Learning Useful Supervision for Reinforcement Learning in Reasoning Models
Abstract
Supervised fine-tuning (SFT) and reinforcement learning with verifiable rewards (RLVR) are two widely used post-training paradigms for improving the reasoning ability of large language models (LLMs). Recent methods attempt to integrate SFT and RLVR in a single stage by reweighting or scheduling their objectives. However, such coupling can be counterproductive because supervised updates are not uniformly beneficial for reward optimization, which can diminish reward gains. To address this, we propose \textsc{BRIDGE}, a scalable framework in which SFT learns to supervise RL by selectively transferring knowledge that improves reward optimization.

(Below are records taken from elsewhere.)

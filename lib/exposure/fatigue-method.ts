// The fatigue analysis described once per study, for results.json and the report's methods section.
import { fatigueText } from '../messages.js';
import type { FatigueMethod } from '../study/results.js';
import type { FatigueSettings } from './fatigue-settings.js';

/**
 * The settings and plain-words description of the fatigue analysis.
 * @param settings effective fatigue settings
 * @param filterBand the analysis band-pass, Hz (used when settings.band_hz is null)
 * @param rates sampling rates of the analysed channels, Hz (for the FFT lengths named in the text)
 * @example fatigueMethod(resolveFatigueSettings({}), [30, 400], [1000]).description
 */
export function fatigueMethod(settings: FatigueSettings, filterBand: readonly [number, number], rates: readonly number[]): FatigueMethod {
  const band: [number, number] = settings.band_hz ? [settings.band_hz[0], settings.band_hz[1]] : [filterBand[0], filterBand[1]];
  const ffts = [...new Set(rates)].sort((a, b) => a - b).map((fs) => {
    const n = Math.round(settings.epoch_s * fs);
    let nfft = 16;
    while (nfft < n) nfft *= 2;
    return `${nfft}-point at ${fs} Hz`;
  });
  return {
    epoch_s: settings.epoch_s, block_s: settings.block_s, band_hz: band,
    active_threshold_pct: settings.active_threshold_pct, active_noise_factor: settings.active_noise_factor,
    min_epochs: settings.min_epochs, ci_level: 0.95,
    description: fatigueText.method(settings.epoch_s, ffts.length > 0 ? ffts.join(', ') : 'zero-padded to a power of two', band, settings.block_s),
  };
}
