// The spectral-epoch taps of one field recording: one SpectralEpochs per channel, handed to
// readEnvelopes so the fatigue analysis rides on the single streaming pass.
import type { FatigueSettings } from './fatigue-settings.js';
import { SpectralEpochs } from './spectral-epochs.js';

/**
 * One SpectralEpochs tap per channel (same order), or null when the fatigue analysis is off.
 * The MNF band is settings.band_hz, or the analysis band-pass when that is null; its high edge is
 * cut to fs/2 for a channel whose Nyquist frequency lies below it (a study may mix rates).
 * @param channels the recording's channels with their sampling rates (Hz)
 * @param filterBand the band-pass of the analysis [low, high], Hz
 * @throws UsageError when the band does not fit a channel's sampling rate or the epoch is under 16 samples
 * @example readEnvelopes({ …, taps: fatigueTaps(rec.channels, settings, s.band_hz) ?? undefined })
 */
export function fatigueTaps(channels: readonly { rate_hz: number }[], settings: FatigueSettings, filterBand: readonly [number, number]): SpectralEpochs[] | null {
  if (!settings.enabled) return null;
  const band = settings.band_hz ?? filterBand;
  return channels.map((ch) => new SpectralEpochs({ fs: ch.rate_hz, epoch_s: settings.epoch_s, band_hz: [band[0], Math.min(band[1], ch.rate_hz / 2)] }));
}
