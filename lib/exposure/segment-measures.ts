// All per-segment exposure measures of one normalized envelope slice in one call, with the
// field names of ResultRow (lib/study/results.ts). Composes the single measures only.

import { apdf } from './apdf.js';
import { DEFAULTS } from './defaults.js';
import { restGaps } from './rest-gaps.js';
import { sustainedActivity } from './sustained-activity.js';

export interface SegmentMeasuresOptions {
  /** Envelope rate in Hz (required). */
  rate_hz: number;
  /** sortedValid(envelope) when the caller already has it, or rankedValid(envelope, levels including these). @default computed */
  sorted?: Float64Array;
  /** APDF levels in %. @default [10, 50, 90] */
  percentiles?: readonly number[];
  /** Gap/rest threshold in the envelope's unit (convert with thresholdToRve for %RVE). @default 0.5 */
  gap_threshold?: number;
  /** @default 0.2 s */
  min_gap_s?: number;
  /** @default null (no upper bound) */
  max_gap_s?: number | null;
  /** @default 'all' */
  rest_counts?: 'all' | 'gaps-only';
  /** Sustained-activity threshold in the envelope's unit. @default 0.5 */
  sustained_threshold?: number;
  /** @default 240 s */
  sustained_min_s?: number;
}

/** The measure fields of a ResultRow. */
export interface SegmentMeasures {
  valid_s: number;
  levels: Record<`p${number}`, number | null>;
  gap_threshold: number;
  gaps: number;
  gaps_per_min: number | null;
  rest_pct: number | null;
  longest_without_gap_s: number | null;
  sustained_pct: number | null;
}

/**
 * APDF levels, EMG gaps, muscular rest, longest time without a gap and sustained activity of one
 * envelope slice (see apdf, restGaps, sustainedActivity for the rules and citations).
 *
 * @param envelope normalized envelope slice of one segment (NaN = excluded time)
 * @param options rate_hz required; every other option defaults to DEFAULTS
 * @throws UsageError for out-of-range parameters
 * @example const m = segmentMeasures(env.subarray(i0, i1), { rate_hz: 20 }); row = { ...ids, ...m.levels, ...rest }
 */
export function segmentMeasures(envelope: ArrayLike<number>, options: SegmentMeasuresOptions): SegmentMeasures {
  const gap_threshold = options.gap_threshold ?? DEFAULTS.gap_threshold;
  const a = apdf(envelope, { percentiles: options.percentiles ?? DEFAULTS.percentiles, sorted: options.sorted });
  const g = restGaps(envelope, {
    rate_hz: options.rate_hz, threshold: gap_threshold, min_gap_s: options.min_gap_s ?? DEFAULTS.min_gap_s,
    max_gap_s: options.max_gap_s === undefined ? DEFAULTS.max_gap_s : options.max_gap_s,
    rest_counts: options.rest_counts ?? DEFAULTS.rest_counts,
  });
  const s = sustainedActivity(envelope, {
    rate_hz: options.rate_hz, threshold: options.sustained_threshold ?? DEFAULTS.sustained_threshold,
    min_duration_s: options.sustained_min_s ?? DEFAULTS.sustained_min_s,
  });
  return {
    valid_s: g.valid_s,
    levels: a.byKey,
    gap_threshold,
    gaps: g.gaps,
    gaps_per_min: g.gaps_per_min,
    rest_pct: g.rest_pct,
    longest_without_gap_s: g.longest_without_gap_s,
    sustained_pct: s.sustained_pct,
  };
}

Specifically, \textsc{BRIDGE} employs two nested optimization loops during meta-training: the inner loop updates base model parameters using a fused SFT--RL gradient. Concurrently, the outer loop updates a lightweight low-rank adapter (LoRA) to coordinate the two objectives by maximizing a reward-gap signal, defined as the reward of joint SFT--RL training over an RL-only baseline. Across three model scales and five reasoning benchmarks, \textsc{BRIDGE} consistently outperforms two-stage cold start, naive mixing, and representative single-stage integration baselines, yielding over three points average absolute improvement and more stable training dynamics.